Technology is a double-edged sword. On one hand, it’s incredible — it’s opened doors for people who might never have had the chance to make records otherwise. But on the other hand, if you lean on it too much, it can strip away the character. Computers can correct your mistakes, but sometimes the mistake is the magic.
For me, the challenge is using tech as a tool, not a crutch. I want my songs to sound alive, not polished to death. So I embrace the DIY side because it keeps the music honest — and that honesty is what people connect with.
Q. Is there a song by a band you grew up listening to that still resonates with you today? One that you’d love to cover in the studio, because it feels connected to who you are or played a role in shaping your career?
A. Definitely. ‘Like a Rolling Stone’ by Bob Dylan still hits me every time I hear it. That song was one of the reasons I picked up a guitar in the first place. There’s a defiance in it, a belief in something bigger than the everyday grind, and that really spoke to me growing up in the flats. It wasn’t just a song, it was like a lifeline.
Covering it in the studio would be my way of paying respect to where I came from and what lit the fire in me. I wouldn’t try to replicate it — you can’t outdo a classic — but I’d love to put my own spin on it, almost as a conversation between the kid who first heard it and the artist I’ve become now.
Q. We’d love to dive deeper into the story behind your artist name, “Whooligans.” Now that we’ve had a chance to experience your music, it’s clear that your fans will be equally curious about the meaning behind the name that accompanies your sound. How does ‘Whooligans’ connect to the music you create, what significance does it hold for you personally, and what is the origin or backstory behind the name?
A. The name actually came about when I first landed in Vienna. Being English, there’s this stereotype in Europe that we’re all hooligans — drinking beer, playing football, getting into fights. Within ten minutes of stepping off the plane, someone called me a hooligan. At first I laughed it off, but the word stuck with me.
I decided to flip it on its head and make it my own — that’s how ‘Whooligans’ was born. For me, it’s never been about violence or chaos, it’s about rebellion, raw energy, and refusing to be boxed in. The ‘Who’ is the twist: who’s the hooligan, really? It could be you, it could be me. It’s all of us. We’re all cut from the same cloth — that’s why I made it plural, even though I’m a solo artist.

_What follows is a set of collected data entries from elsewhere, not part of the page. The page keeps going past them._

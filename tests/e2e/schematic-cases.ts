/**
 * The scenarios the schematic-label check draws: every template as it starts, every template with all its optional
 * networks, and the other load kinds and clamps.
 */
import { TEMPLATES, defaultScenario, passPreset } from "@/lib/design";
import type { Scenario, TemplateId } from "@/lib/design/schema";

/** Every optional network fitted, with a coil load behind a diode + Zener clamp (values are common practice). */
function everyNetwork(template: TemplateId, edit: (s: Scenario) => void = () => undefined): Scenario {
  const s = defaultScenario(template);
  s.load = { ...s.load, kind: "coil", resistance: 20, resistanceMin: 18, resistanceMax: 24, inductance: 10e-3, clamp: { kind: "diode-zener", zenerVoltage: 18 } };
  s.networks = {
    loadSnubber: { resistance: 47, capacitance: 100e-9 },
    passSnubber: template === "howland" ? null : { resistance: 100, capacitance: 10e-9 },
    baseEmitterResistor: template === "howland" ? null : 10e3,
    feedbackCapacitor: template === "howland" ? null : 1e-9,
  };
  edit(s);
  return s;
}

function withLoad(template: TemplateId, load: Partial<Scenario["load"]>): Scenario {
  const s = defaultScenario(template);
  s.load = { ...s.load, ...load };
  return s;
}

/**
 * Every template as it starts; every template with all its optional networks and a coil with a diode + Zener clamp;
 * the other load kinds and clamps; the high-side source with a P-MOSFET.
 */
export const SCHEMATIC_CASES: { name: string; scenario: Scenario }[] = [
  ...TEMPLATES.map((t) => ({ name: t.id, scenario: defaultScenario(t.id) })),
  ...TEMPLATES.map((t) => ({ name: `${t.id}, every network, coil with diode + Zener clamp`, scenario: everyNetwork(t.id) })),
  {
    name: "source-highside, P-MOSFET, every network, coil with diode + Zener clamp",
    scenario: everyNetwork("source-highside", (s) => {
      s.pass = passPreset("P-MOSFET 60 V");
    }),
  },
  { name: "sink-npn, coil with diode clamp", scenario: withLoad("sink-npn", { kind: "coil", resistance: 20, inductance: 10e-3, clamp: { kind: "diode", zenerVoltage: 24 } }) },
  { name: "sink-nmos, LED string", scenario: withLoad("sink-nmos", { kind: "led", ledCount: 12, resistance: 4.7 }) },
  { name: "sink-darlington, cell under test", scenario: withLoad("sink-darlington", { kind: "cell", cellVoltage: 3.7, cellVoltageMin: 3, cellVoltageMax: 4.2, resistance: 0.05, resistanceMin: 0.05, resistanceMax: 0.05 }) },
  { name: "source-highside, LED string", scenario: withLoad("source-highside", { kind: "led", ledCount: 6, resistance: 10 }) },
  { name: "source-highside, cell under test", scenario: withLoad("source-highside", { kind: "cell", cellVoltage: 3.7, cellVoltageMin: 3, cellVoltageMax: 4.2, resistance: 0.05, resistanceMin: 0.05, resistanceMax: 0.05 }) },
  { name: "howland, LED string", scenario: withLoad("howland", { kind: "led", ledCount: 2, resistance: 10 }) },
  { name: "howland, cell under test", scenario: withLoad("howland", { kind: "cell", cellVoltage: 1.2, cellVoltageMin: 1, cellVoltageMax: 1.4, resistance: 0.1, resistanceMin: 0.1, resistanceMax: 0.1 }) },
];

It connects directly to my music because the songs carry that same spirit: loud, raw, unapologetic, but also with heart underneath. The name is a reminder to wear where I come from on my sleeve, but to turn it into something positive and creative.
Q. And finally, we can’t thank you enough for sharing these intimate details! So, what’s next? Can you give us the inside scoop on your upcoming projects and what fans should be excited about? We’d love to be the first to share the news!
A. Yeah, I’ll give you the scoop: my new single Banshee drops on the 8th of September. Where Losing Control was like a war cry, Banshee is full throttle — darker, wilder, and straight in your face from the very first second. It’s probably the most unhinged track I’ve written so far: all raw power and energy, no filters, no compromises. Fans can expect even more chaos and live energy after that, but Banshee marks the start of a new chapter — louder, heavier, and unapologetic.
Thanks for having me, it’s been a pleasure.
Whooligans, thank you so much! We appreciate you taking the time to talk to us.
End Interview
We’re happy to have shared Whooligans’s exciting journey with you and uncovered such inspiring insights about their creative process.